I'm wondering what ever made you think that there is a connection between the nfs stale file handles and the transport endpoint problems.
To be fair ... I was thinking in my head about some plex forum posts trying to link the unRAID Plex media server crash with NFS fuse related issues and accessing large number of files.
In Retrospect these *could* be 2 unrelated issues with fuse that result in loss of NFS Access;
1). Accessing user share folders with large numbers of files via NFS => fuse triggers stale_file_handles => NFS loss of access.
2). Accessing user share folders with large numbers of files (via Remote Plex Clients or local http Consol) That triggers plex media server running in unRAID user space to access the files locally => fuse goes la la and NFS mounts to the user shares become unavailable as a side effect.

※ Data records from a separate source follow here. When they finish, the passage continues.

def test_summary_numbers_equal_plan_and_json(written, book):
    # Round trip: every number on Summary equals the plan's value (written unrounded) and
    # the JSON's (6 significant digits, so relative 5e-6).
    plan, xlsx, js = written
    ws = book["Summary"]
    _, facts = _table(ws, "Item")
    facts = {f["Item"]: f["Value"] for f in facts}
    assert facts["Total present cost [EUR]"] == pytest.approx(plan["total_present_cost"], rel=XL)
    assert facts["Total present cost [EUR]"] == pytest.approx(js["total_present_cost"], rel=5e-6)
    assert facts["Real discount rate [%]"] == plan["study"]["discount_rate_frac"]
    assert facts["Plan status"] == f"all {N_SITES} sites served; cost within 0.12% of the lowest possible"
    assert facts["Sites planned"] == N_SITES
    # the first packs are not replacements: the two counts add up to every pack put in
    assert facts["First packs put in"] == N_SITES
    assert facts["First packs put in"] + facts["Replacements after the first pack"] == sum(
        len(s["replacement_years"]) for s in plan["sites"])
    # solver figures live on Assumptions and sources, not on the Summary
    assert not any("gap" in str(k).lower() or "bound" in str(k).lower() or "solver" in str(k).lower()
                   for k in facts)

    # The ten most expensive sites, largest first, equal to the plan's values.
    _, rows = _table(ws, "Site id")
    ranked = sorted(plan["sites"], key=lambda s: -s["present_cost"])[:10]
    assert [r["Site id"] for r in rows] == [s["id"] for s in ranked]
    for row, site in zip(rows, ranked):
        assert row["Site name"] == site["name"]
        assert row["Present cost [EUR]"] == pytest.approx(site["present_cost"], rel=XL)
        assert _years(row["Replacement years"]) == site["replacement_years"]

    _, comp = _table(ws, "Case")
    groups = ("Equipment [EUR]", "Trips and labour [EUR]", "Days off air [EUR]", "Expected failure cost [EUR]")
    # the first row is this plan, with the plan's own cost groups adding up to its total
    assert comp[0]["Case"] == "This plan"
    assert comp[0]["Fleet present cost [EUR]"] == pytest.approx(plan["total_present_cost"], rel=XL)
    assert sum(comp[0][g] for g in groups) == pytest.approx(plan["total_present_cost"], rel=1e-12)
    assert comp[0]["Days off air [EUR]"] == pytest.approx(plan["cost_groups"]["downtime"], rel=XL)
    names = {"vrla": "Demo lead-acid", "lfp": "Demo iron phosphate", "nmc": "Demo nickel oxide",
             "lto": "Demo titanate"}
    for row, ref in zip(comp[1:], plan["chemistry_comparison"]):
        name = names.get(ref["chemistry"])
        if name:  # the chemistry's full name, worded as a case (one name everywhere)
            assert row["Case"] == f"If {name} wherever it can serve"
        assert row["Fleet present cost [EUR]"] == pytest.approx(ref["total_with_others_present_cost"], rel=XL)
        assert sum(row[g] for g in groups) == pytest.approx(row["Fleet present cost [EUR]"])
        assert row["Days off air share [%]"] == pytest.approx(ref["downtime"] / ref["total_with_others_present_cost"])


def test_summary_speaks_no_solver_words_for_partial_coverage(written, book):
    # A chemistry that serves part of the fleet is described by its coverage, never by a
    # solver status (the solver's word stays in the JSON under "status").
    plan, _, js = written
    text = " ".join(str(c.value) for row in book["Summary"].iter_rows() for c in row if c.value is not None)
    for word in ("infeasible", "optimal", "feasible"):
        assert not re.search(rf"\b{word}\b", text.lower()), word
    _, comp = _table(book["Summary"], "Case")
    coverage = {r["Case"]: r["Coverage"] for r in comp}
    assert coverage["If Demo nickel oxide wherever it can serve"] == (
        f"serves {N_SITES - 1} of {N_SITES} sites; S0000 keeps Demo iron phosphate")
    assert coverage["If Primary lithium thionyl chloride (Li-SOCl2, bobbin) wherever it can serve"] == (
        f"serves none of the {N_SITES} sites")
    assert coverage["If Demo lead-acid wherever it can serve"] == f"serves all {N_SITES} sites"
    assert [r["status"] for r in js["chemistry_comparison"]][2] == "infeasible"


def _table_at(ws, header_text):
    """Find a header cell anywhere (not only column A) and read the table to its right."""
    for row in ws.iter_rows():
        for cell in row:
            if cell.value == header_text:
                top, left = cell.row, cell.column
                headers = []
                col = left
                while ws.cell(row=top, column=col).value is not None:
                    headers.append(ws.cell(row=top, column=col).value)
                    col += 1
                rows = []
                r = top + 1
                while ws.cell(row=r, column=left).value is not None:
                    rows.append({h: ws.cell(row=r, column=left + i).value for i, h in enumerate(headers)})
                    r += 1
                return headers, rows
    raise AssertionError(header_text)


# Sites sheet header -> plan key path (the test's own map of docs/plan-json.md).
SITES_MAP = {
    "Daily load [Wh/day]": ("daily_load_wh",), "Peak load [W]": ("load_peak_w",),
    "Air mean [°C]": ("temperature", "air_mean_c"), "Air P99 [°C]": ("temperature", "air_p99_c"),
    "Battery mean [°C]": ("temperature", "battery_mean_c"), "Battery P1 [°C]": ("temperature", "battery_p1_c"),
    "Battery P99 [°C]": ("temperature", "battery_p99_c"),
    "Hours above 45 °C [h/year]": ("temperature", "hours_above_45c"),
    "Hours below 0 °C [h/year]": ("temperature", "hours_below_0c"),
    "Effective temperature [°C]": ("temperature", "effective_temp_c"),
    "Reference size 1x [Wh]": ("reference_capacity_wh",),
    "Autonomy [days]": ("reference_factors", "autonomy_days"),
    "Max depth of discharge [%]": ("reference_factors", "max_dod_frac"),
    "Temperature factor [-]": ("reference_factors", "temperature_factor"),
    "Aging factor [-]": ("reference_factors", "aging_factor"),
    "Design margin [-]": ("reference_factors", "design_margin"),
    "Design temperature [°C]": ("reference_factors", "design_temp_c"),
    "Pack over the 1x size [x]": ("oversize_factor",), "Oversize step of the study [x]": ("oversize_factor_step",),
    "Charge voltage of the pack [V]": ("charge_voltage_v",),
    "Charge voltage per cell [V]": ("charge_voltage_v_per_cell",), "System voltage [V]": ("system_voltage_v",),
    "End of life at SOH [%]": ("eol_soh_frac",), "Years to 80% SOH [years]": ("years_to_report_soh",),
    "Pack size [Wh]": ("capacity_wh",), "Capacity [Ah]": ("capacity_ah",), "Pack mass [kg]": ("pack_mass_kg",),
    "Life [years]": ("life_years",), "Life P10 [years]": ("life_p10_years",),
    "Life P50 [years]": ("life_p50_years",), "Life P90 [years]": ("life_p90_years",),
    "Unserved load [Wh/year]": ("unserved_wh_per_year",),
    "Equivalent full cycles [1/year]": ("equivalent_full_cycles_per_year",),
    "Present cost [EUR]": ("present_cost",), "Packs [EUR]": ("cost_breakdown", "packs"),
    "Labour [EUR]": ("cost_breakdown", "labour"), "Trips share [EUR]": ("cost_breakdown", "trips"),
    "Disposal [EUR]": ("cost_breakdown", "disposal"), "Residual value [EUR]": ("cost_breakdown", "residual"),
    "Expected failure cost [EUR]": ("cost_breakdown", "failure_risk"),
    "Days off air [EUR]": ("cost_breakdown", "downtime"),
    "Risk before the next visit [%]": ("risk_before_next_visit_frac",),
}
SITES_TEXT = {"Site id": "id", "Region": "region", "Climate": "climate", "Enclosure": "enclosure",
              "Charging source": "charging", "Chemistry of the first new pack": "chemistry_name",
              "Pack structure": "pack_structure", "Limiting cause": "limiting_cause"}


def _dig(d, path):
    for k in path:
        d = d[k]
    return d


def test_sites_sheet_every_number_equals_plan_and_json(written):
    # Round trip through pandas (the reader a planner's scripts would use).
    plan, xlsx, js = written
    df = pd.read_excel(xlsx, sheet_name="Sites")
    assert set(SITES_MAP) <= set(df.columns)
    numeric = df.select_dtypes("number").columns
    assert set(numeric) <= set(SITES_MAP), set(numeric) - set(SITES_MAP)  # no unmapped number
    for i, site in enumerate(plan["sites"]):
        for header, path in SITES_MAP.items():
            assert df.loc[i, header] == pytest.approx(_dig(site, path), rel=XL), header
            assert df.loc[i, header] == pytest.approx(_dig(js["sites"][i], path), rel=5e-6, abs=1e-12), header
        for header, key in SITES_TEXT.items():
            assert df.loc[i, header] == site[key], header
        assert _years(df.loc[i, "Replacement years"]) == site["replacement_years"]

I can trigger the problem with the following load in 5min 58 sec where I believe that PID 15887 was plex media server
21178 shfs_getattr: ,PID: 15887
20206 shfs_write: ,PID: 19517
20206 shfs_getxattr: ,PID: 19517
18418 shfs_getxattr: ,PID: 15887
8900 shfs_read: ,PID: 15887
7292 shfs_release: ,PID: 0
5640 shfs_getattr: ,PID: 19490
4914 shfs_getattr: ,PID: 19344
4560 shfs_open: ,PID: 15887
4555 shfs_flush: ,PID: 15887
3517 shfs_getattr: ,PID: 19350
3154 shfs_getattr: ,PID: 15942
2376 shfs_read: ,PID: 19490
2284 shfs_open: ,PID: 19490
2284 shfs_flush: ,PID: 19490
2208 shfs_readdir: ,PID: 15887
812 shfs_readdir: ,PID: 19490
I have emailed the log file to Tom (thanks for your help m8 its appreciated).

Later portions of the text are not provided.